Open kltm opened 6 years ago
The used command line is:
java -Xms1024M -DentityExpansionLimit=4086000 -Djava.awt.headless=true -Xmx192G -jar ./java/lib/owltools-runner-all.jar http://purl.obolibrary.org/obo/go/extensions/go-gaf.owl http://purl.obolibrary.org/obo/eco.owl http://purl.obolibrary.org/obo/ncbitaxon/subsets/taxslim.owl http://purl.obolibrary.org/obo/cl/cl-basic.owl http://purl.obolibrary.org/obo/go/extensions/gorel.owl http://purl.obolibrary.org/obo/pato.owl http://purl.obolibrary.org/obo/po.owl http://purl.obolibrary.org/obo/chebi.owl http://purl.obolibrary.org/obo/uberon/basic.owl http://purl.obolibrary.org/obo/wbbt.owl http://purl.obolibrary.org/obo/go/extensions/go-modules-annotations.owl http://purl.obolibrary.org/obo/go/extensions/go-taxon-subsets.owl --log-info --merge-support-ontologies --merge-imports-closure --remove-subset-entities upperlevel --remove-disjoints --silence-elk --reasoner elk --solr-taxon-subset-name amigo_grouping_subset --solr-eco-subset-name go_groupings --remove-equivalent-to-nothing-axioms --solr-url http://localhost:8080/solr/ --solr-log /tmp/golr_timestamp.log --read-model-folder /home/bbop/local/src/git/noctua-models/models/ --read-model-url-prefix http://noctua.berkeleybop.org/editor/graph/ --solr-load-models
This requires a checkout of geneontology/noctua-models
; I suspect that --solr-url
should be set to mock
to prevent actually attempting a load against a server.
Tagging @yy20716
I began checking one of the issues, i.e. the field process_class
is not generated. I speculate that this issue is also related to the namespace issue. Here is the trace:
process
map is generated by checking whether bpSet.contains(bpType)

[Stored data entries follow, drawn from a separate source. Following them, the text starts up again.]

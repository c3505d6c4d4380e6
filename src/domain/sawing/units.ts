/**
 * The planner counts in whole units of 1/4000 in, so that a thousandth of an inch and 1/32 in are both exact.
 * Board feet and money stay ordinary numbers.
 */
export type Units = number;

export const UNITS_PER_IN = 4000;

/** The grid on which cant faces are searched: 1/32 in. */
export const FACE_GRID: Units = UNITS_PER_IN / 32;

/** Inches to units; what is not a whole unit is taken larger, so a board never comes out under size. */
export const unitsUp = (inches: number): Units => Math.ceil(inches * UNITS_PER_IN - 1e-6);

/** Inches to units; what is not a whole unit is taken smaller, so a limit is never passed. */
export const unitsDown = (inches: number): Units => Math.floor(inches * UNITS_PER_IN + 1e-6);

/** Units to inches. */
export const inches = (units: Units): number => units / UNITS_PER_IN;

/** Half the chord of a circle (given by its squared radius) at a distance from the centre, or -1 outside it. */
export function halfChord(radiusSquared: number, distance: Units): Units {
  const rest = radiusSquared - distance * distance;
  return rest < 0 ? -1 : Math.floor(Math.sqrt(rest) + 1e-7);
}
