import type { Units } from './units.ts';

/** A best-value-for-its-size list: sizes and values both rise. */
export interface Frontier {
  readonly sizes: readonly Units[];
  readonly values: readonly number[];
}

/**
 * Every worthwhile filling of a straight run with items and a kerf between (an unbounded knapsack, exact): for each size that
 * gains something, the most valuable filling that fits in it.
 */
export function fillings(items: readonly { readonly size: Units; readonly value: number }[], kerf: Units, longest: Units): Frontier {
  const useful = items.filter((item) => item.size <= longest && item.value > 0);
  const best = new Map<Units, number>();
  const queue: Units[] = []; // sizes reached, rising; those before `next` are done
  let next = 0;
  const offer = (size: Units, value: number): void => {
    const known = best.get(size);
    if (known === undefined) {
      let low = next;
      let high = queue.length;
      while (low < high) {
        const middle = (low + high) >> 1;
        if ((queue[middle] as Units) > size) high = middle;
        else low = middle + 1;
      }
      queue.splice(low, 0, size);
    }
    if (known === undefined || value > known) best.set(size, value);
  };
  for (const item of useful) offer(item.size, item.value);
  const sizes: Units[] = [];
  const values: number[] = [];
  let most = 0;
  while (next < queue.length) {
    const size = queue[next++] as Units;
    const value = best.get(size) as number;
    if (value <= most + 1e-9) continue;
    most = value;
    sizes.push(size);
    values.push(value);
    for (const item of useful) if (size + kerf + item.size <= longest) offer(size + kerf + item.size, value + item.value);
  }
  return { sizes, values };
}

/** Index of the largest size that fits in `room`, or -1. */
export function fitting({ sizes }: Frontier, room: Units): number {
  let low = 0;
  let high = sizes.length - 1;
  while (low <= high) {
    const middle = (low + high) >> 1;
    if ((sizes[middle] as Units) <= room) low = middle + 1;
    else high = middle - 1;
  }
  return high;
}

/** The most valuable filling that fits in `room`. */
export function valueIn(frontier: Frontier, room: Units): number {
  const index = fitting(frontier, room);
  return index < 0 ? 0 : (frontier.values[index] as number);
}
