import Stripe from 'stripe';
import { env } from '../env.ts';
import { invalid } from '../errors.ts';

/**
 * The payment provider, by its official SDK. Everything comes and goes in our own terms; no object of the provider's leaves this
 * folder. It differs from production only by PAYMENTS_URL and the keys.
 */
let known: Stripe | undefined;

/** The SDK at the configured address. */
export function provider(): Stripe {
  const at = new URL(env().PAYMENTS_URL);
  return (known ??= new Stripe(env().PAYMENTS_SECRET_KEY, {
    host: at.hostname,
    port: at.port === '' ? (at.protocol === 'https:' ? 443 : 80) : at.port,
    protocol: at.protocol === 'https:' ? 'https' : 'http',
    maxNetworkRetries: 1,
    timeout: 20_000,
    telemetry: false,
  }));
}

/**
 * Why a call did not succeed. `unknown`: it may or may not have been done (line lost, too busy): the same key may be used again.
 * `failed`: the provider failed and keeps that answer under the key. `refused`: it was understood and not done, for `code`.
 */
export class PaymentsProblem extends Error {
  constructor(
    readonly kind: 'unknown' | 'failed' | 'refused',
    message: string,
    readonly code: string | null,
  ) {
    super(message);
    this.name = 'PaymentsProblem';
  }
}

/** Runs a call and says what went wrong in our terms. @throws PaymentsProblem */
export async function asked<T>(call: Promise<T>): Promise<T> {
  try {
    return await call;
  } catch (error) {
    if (!(error instanceof Stripe.errors.StripeError)) throw error;
    const status = error.statusCode ?? 0;
    const kind = status === 0 || status === 409 || status === 429 || status > 500 ? 'unknown' : status === 500 ? 'failed' : 'refused';
    throw new PaymentsProblem(kind, error.message, error.code ?? null);
  }
}

/** The id in a reference that may be an object. */
export const refId = (reference: string | { id: string } | null | undefined): string | null =>
  reference === null || reference === undefined ? null : typeof reference === 'string' ? reference : reference.id;

/** A verified message from the provider. */
export interface ProviderMessage {
  readonly id: string;
  readonly type: string;
  readonly createdAt: Date;
  /** The connected account it concerns, or null for our own. */
  readonly account: string | null;
  readonly payload: unknown;
}

/** How far a message's timestamp may lie in the past and in the future, in seconds. The SDK itself accepts any future. */
const OLDEST_S = 300;
const NEWEST_S = 60;

/**
 * Verifies the raw body of a webhook against its signature.
 * @throws Refusal `invalid` for a wrong signature, an old or a future timestamp, or a body that is no event
 */
export function verifyMessage(rawBody: string, signature: string, at: Date): ProviderMessage {
  const refuse = (message: string): Error => invalid([{ path: 'stripe-signature', message }], message);
  const seconds = Number(/(?:^|,)t=(\d{1,12})(?:,|$)/.exec(signature)?.[1] ?? Number.NaN);
  if (!Number.isFinite(seconds)) throw refuse('The signature cannot be read.');
  if (seconds > at.getTime() / 1000 + NEWEST_S) throw refuse('The message says it was sent in the future.');
  try {
    const event = Stripe.webhooks.constructEvent(rawBody, signature, env().PAYMENTS_WEBHOOK_SECRET, OLDEST_S, undefined, at.getTime());
    return { id: event.id, type: event.type, createdAt: new Date(event.created * 1000), account: event.account ?? null, payload: event };
  } catch (error) {
    if (error instanceof Stripe.errors.StripeSignatureVerificationError || error instanceof SyntaxError) throw refuse('The signature does not fit the message.');
    throw error;
  }
}

/** What a sawyer's payout account can do. */
export interface PayoutAccount {
  readonly id: string;
  /** It may be transferred to and pays out to a bank. */
  readonly ready: boolean;
  readonly detailsSubmitted: boolean;
  /** What the provider still asks for, in its own words. */
  readonly due: readonly string[];
}

const payoutAccount = (account: Stripe.Account): PayoutAccount => ({
  id: account.id,
  ready: account.capabilities?.transfers === 'active' && account.payouts_enabled,
  detailsSubmitted: account.details_submitted,
  due: account.requirements?.currently_due ?? [],
});

/** Opens a payout account for a sawyer; the same one however often it is asked for within a day. */
export async function openPayoutAccount(accountId: string, email: string): Promise<PayoutAccount> {
  const made = await asked(
    provider().accounts.create(
      {
        country: 'US',
        email,
        controller: { fees: { payer: 'application' }, losses: { payments: 'application' }, stripe_dashboard: { type: 'express' } },
        capabilities: { transfers: { requested: true } },
        metadata: { account: accountId },
      },
      { idempotencyKey: `payout-account-${accountId}` },
    ),
  );
  return payoutAccount(made);
}

export const readPayoutAccount = async (id: string): Promise<PayoutAccount> => payoutAccount(await asked(provider().accounts.retrieve(id)));

/** An address where the sawyer gives the provider what it needs. It opens once. */
export const onboardingLink = async (id: string, returnUrl: string, refreshUrl: string): Promise<string> =>
  (await asked(provider().accountLinks.create({ account: id, type: 'account_onboarding', return_url: returnUrl, refresh_url: refreshUrl }))).url;

/** An address of the provider's own page about a payout account. */
export const payoutDashboardLink = async (id: string): Promise<string> => (await asked(provider().accounts.createLoginLink(id))).url;

/** A payout from a sawyer's account to their bank. */
export interface BankPayout {
  readonly id: string;
  readonly amountCents: number;
  readonly status: string;
  readonly arrivesAt: Date;
}

/** The newest payouts of a payout account. */
export async function bankPayouts(id: string): Promise<BankPayout[]> {
  const list = await asked(provider().payouts.list({ limit: 10 }, { stripeAccount: id }));
  return list.data.map((payout) => ({ id: payout.id, amountCents: payout.amount, status: payout.status, arrivesAt: new Date(payout.arrival_date * 1000) }));
}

from this part but the bpSet
is always empty. bpSet
is (supposed to be) filled up by the method getAspect which uses graph.getNamespace, but it always return the null right now.@cmungall I think that this happens because the input graph (e.g. go-gaf.owl?) does not include namespace tags anymore. This would work again if we could disable or revise the logic that checks namespace, but please let me know if you have any other suggestions. Thank you.
This is familiar, I think you found the exact issue earlier when you were debugging the prediction code.
bpSet = reasoner.getSubClassesOf(IRI.create("http://purl.obolibrary.org/obo/GO_0008150"))
@cmungall I tried your approach but that one does not work because getSubClass does not accept IRI object.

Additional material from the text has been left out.